Detailed description of the observed rare variants in CYLD.

Case No.	Exon	c.DNA	Amino acid change	Depth	Alt reads	dbSNP	ExAC East Asia	gnomAD East Asia	SIFT	Poly phen2	LRT	Mutation taster	ACMG classification
0412	4	c.98A > G	p.K33R	157	88	rs565310513	0.000116	0.000173	T	B	D	D	VUS
3886	4	c.467G > A	p.R156K	155	77	—	—	—	T	D	D	D	VUS
7781	5	c.570T > G	p.D190E	90	43	—	—	—	T	B	N	D	VUS
7923	5	c.608A > T	p.E203V	154	71	—	—	—	D	D	D	D	VUS
0659	8	c.982G > C	p.D328H	37	24	—	—	—	D	P	D	D	VUS
0872	9	c.1130T > A	p.I377N	63	26	—	—	—	D	B	D	D	VUS
0952	10	c.1189C > A	p.R397S	98	48	rs149427272	0.000348	0.000231	T	B	N	D	VUS
0240	10	c.1327C > A	p.Q443K	203	100	rs764952788	0.000348	0.000289	T	P	D	D	VUS
3098	10	c.1360G > A	p.V454I	94	42	rs200451975	0.000116	0.000058	T	T	N	D	VUS

SIFT:D: deleterious (0–0.05), T: tolerated (>0.05).

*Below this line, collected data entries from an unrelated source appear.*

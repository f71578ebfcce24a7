package report

import (
	"math"
	"math/bits"
	"sort"
	"time"
)

// epochSummary is everything the HTML page shows of the epochs, kept in
// a size that does not depend on the number of epochs: counts, each
// member's test figures, one min/max envelope per plotted line (a bucket
// per pixel column of the period [From, To)), the first and last rejected
// epoch per pixel column for the timeline, and a count of the intervals
// between epochs for the median epoch step. It is filled one epoch at a
// time (add), so a month costs the same memory as an hour.
type epochSummary struct {
	tr timeRange
	// k is the critical value of the w-test (the acceptance band and the
	// count of |w| above it).
	k float64
	// n is the number of epochs, rejected those the global test rejected.
	n, rejected int
	members     []memberFigures
	// fit is the envelope of log10 of the p-value (floored at pFloor).
	fit envelope
	// loads holds per pattern the envelopes of the estimate and of the
	// estimate -/+ one standard deviation.
	loads []loadEnvelopes
	// force holds per member the envelopes of the plotted lines.
	force []memberEnvelopes
	// rej holds per pixel column the first and last rejected epoch (n 0:
	// none); rejBefore and rejAfter the rejected epochs outside the period.
	rej                 []bucket
	rejBefore, rejAfter bucket
	steps               stepCounter
	prev                int64
}

// memberFigures are one member's figures of the summary table.
type memberFigures struct {
	present, checkable, over int
	maxW                     float64 // largest |w| (NaN: none)
}

type loadEnvelopes struct{ val, low, high envelope }

type memberEnvelopes struct{ meas, pred, bandLo, bandHi, w envelope }

// newEpochSummary prepares a summary for the given columns over the time
// range tr (whose step is set by finish).
func newEpochSummary(tr timeRange, k float64, members, patterns int) *epochSummary {
	s := &epochSummary{tr: tr, k: k, fit: make(envelope, plotCs), rej: make([]bucket, plotCs)}
	s.members = make([]memberFigures, members)
	s.force = make([]memberEnvelopes, members)
	for i := range s.members {
		s.members[i].maxW = math.NaN()
		s.force[i] = memberEnvelopes{make(envelope, plotCs), make(envelope, plotCs), make(envelope, plotCs), make(envelope, plotCs), make(envelope, plotCs)}
	}
	s.loads = make([]loadEnvelopes, patterns)
	for j := range s.loads {
		s.loads[j] = loadEnvelopes{make(envelope, plotCs), make(envelope, plotCs), make(envelope, plotCs)}
	}
	return s
}

// add takes one epoch (oldest first, rows aligned with the columns).
func (s *epochSummary) add(e Epoch) {
	t := e.Time.UnixNano()
	if s.n > 0 {
		s.steps.add(t - s.prev)
	}
	s.prev = t
	s.n++
	if e.Fit.Rejected {
		s.rejected++
		b := &s.rejAfter
		switch {
		case t < s.tr.t0:
			b = &s.rejBefore
		case t <= s.tr.t1:
			b = &s.rej[s.tr.column(t)]
		}
		if b.n == 0 {
			b.first = t
		}
		b.last = t
		b.n++
	}
	if !math.IsNaN(e.Fit.PValue) {
		s.put(s.fit, t, math.Log10(math.Max(e.Fit.PValue, pFloor)))
	}
	for j, l := range e.Loads {
		if !l.Present {
			continue
		}
		le := s.loads[j]
		s.put(le.val, t, l.Value)
		s.put(le.low, t, l.Value-l.StdDev)
		s.put(le.high, t, l.Value+l.StdDev)
	}
	for i, mr := range e.Members {
		if !mr.Present {
			continue
		}
		mf := &s.members[i]
		mf.present++
		me := s.force[i]
		s.put(me.meas, t, mr.Measured)
		s.put(me.pred, t, mr.Predicted)
		s.put(me.bandLo, t, mr.Predicted-s.k*mr.SigmaResidual)
		s.put(me.bandHi, t, mr.Predicted+s.k*mr.SigmaResidual)
		if !mr.Checkable {
			continue
		}
		s.put(me.w, t, mr.W)
		if math.IsNaN(mr.W) {
			continue
		}
		mf.checkable++
		if a := math.Abs(mr.W); math.IsNaN(mf.maxW) || a > mf.maxW {
			mf.maxW = a
		}
		if math.Abs(mr.W) > s.k {
			mf.over++
		}
	}
}

// put adds value v at time t to the envelope (min/max decimation per pixel
// column); non-finite values and times outside the period are left out.
func (s *epochSummary) put(env envelope, t int64, v float64) {
	if math.IsNaN(v) || math.IsInf(v, 0) || t < s.tr.t0 || t > s.tr.t1 {
		return
	}
	b := &env[s.tr.column(t)]
	if b.n == 0 {
		*b = bucket{lo: v, hi: v, first: t, last: t, n: 1}
		return
	}
	b.lo, b.hi = math.Min(b.lo, v), math.Max(b.hi, v)
	b.last = t
	b.n++
}

// finish sets the time range's median step and gap threshold from the
// epochs seen (newTimeRange's rule) and keeps the load envelopes of the
// patterns kept (nil: all).
func (s *epochSummary) finish(keep []bool) {
	s.tr.setStep(s.steps.median())
	if keep == nil {
		return
	}
	var loads []loadEnvelopes
	for j, k := range keep {
		if k {
			loads = append(loads, s.loads[j])
		}
	}
	s.loads = loads
}

// rejectedIntervals are the timeline's rejected stretches: each rejected
// epoch covers one epoch step, and stretches closer than a pixel are
// merged. Within one pixel column every rejected epoch merges with the
// one before, so the first and last rejected epoch per column give the
// same stretches as the epochs themselves.
func (s *epochSummary) rejectedIntervals(f frame) []interval {
	step := s.tr.step
	if step <= 0 {
		step = int64(time.Second)
	}
	var rej []interval
	take := func(t int64) {
		if n := len(rej); n > 0 && f.x(t)-f.x(rej[n-1].to) < 1 {
			rej[n-1].to = t + step
			return
		}
		rej = append(rej, interval{t, t + step})
	}
	cols := make([]bucket, 0, len(s.rej)+2)
	cols = append(append(append(cols, s.rejBefore), s.rej...), s.rejAfter)
	for _, b := range cols {
		if b.n == 0 {
			continue
		}
		take(b.first)
		if b.n > 1 {
			take(b.last)
		}
	}
	return rej
}

// stepCounter counts the intervals between consecutive epochs for their
// median. It is exact while at most maxDistinctSteps different intervals
// occur (epochs close on window boundaries, so a replay has a handful);
// beyond that it rounds every interval to 6 significant bits (within
// 1/32 of its value), which bounds the number of keys to about 64 per
// power of two.
type stepCounter struct {
	counts map[int64]int64
	n      int64
	coarse bool
}

const maxDistinctSteps = 4096

func (c *stepCounter) add(d int64) {
	if c.counts == nil {
		c.counts = map[int64]int64{}
	}
	if c.coarse {
		d = roundBits(d)
	}
	c.counts[d]++
	c.n++
	if !c.coarse && len(c.counts) > maxDistinctSteps {
		c.coarse = true
		old := c.counts
		c.counts = make(map[int64]int64, len(old))
		for k, v := range old {
			c.counts[roundBits(k)] += v
		}
	}
}

// roundBits rounds d to its 6 most significant bits.
func roundBits(d int64) int64 {
	neg := d < 0
	u := uint64(d)
	if neg {
		u = uint64(-d)
	}
	if l := bits.Len64(u); l > 6 {
		sh := uint(l - 6)
		u = (u + 1<<(sh-1)) >> sh << sh
	}
	if neg {
		return -int64(u)
	}
	return int64(u)
}

// median returns the element at index n/2 of the sorted intervals (0 when
// there are none), as newTimeRange took it from the sorted list.
func (c *stepCounter) median() int64 {
	if c.n == 0 {
		return 0
	}
	keys := make([]int64, 0, len(c.counts))
	for k := range c.counts {
		keys = append(keys, k)
	}
	sort.Slice(keys, func(i, j int) bool { return keys[i] < keys[j] })
	idx := c.n / 2
	for _, k := range keys {
		if idx < c.counts[k] {
			return k
		}
		idx -= c.counts[k]
	}
	return keys[len(keys)-1]
}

PolyPhen2: D: Probably damaging (≥0.909), P: possibly damaging (0.447 ≤ pp2_hvar ≤ 0.909), B: benign (pp2_hvar ≤ 0.446).

LRT: likelihood ratio test; D: Deleterious; N: Neutral (identification of deleterious mutations within three human genomes).

Mutation Taster: D: disease causing; N: polymorphism; P: polymorphism automatic.

VUS: variant of uncertain significance.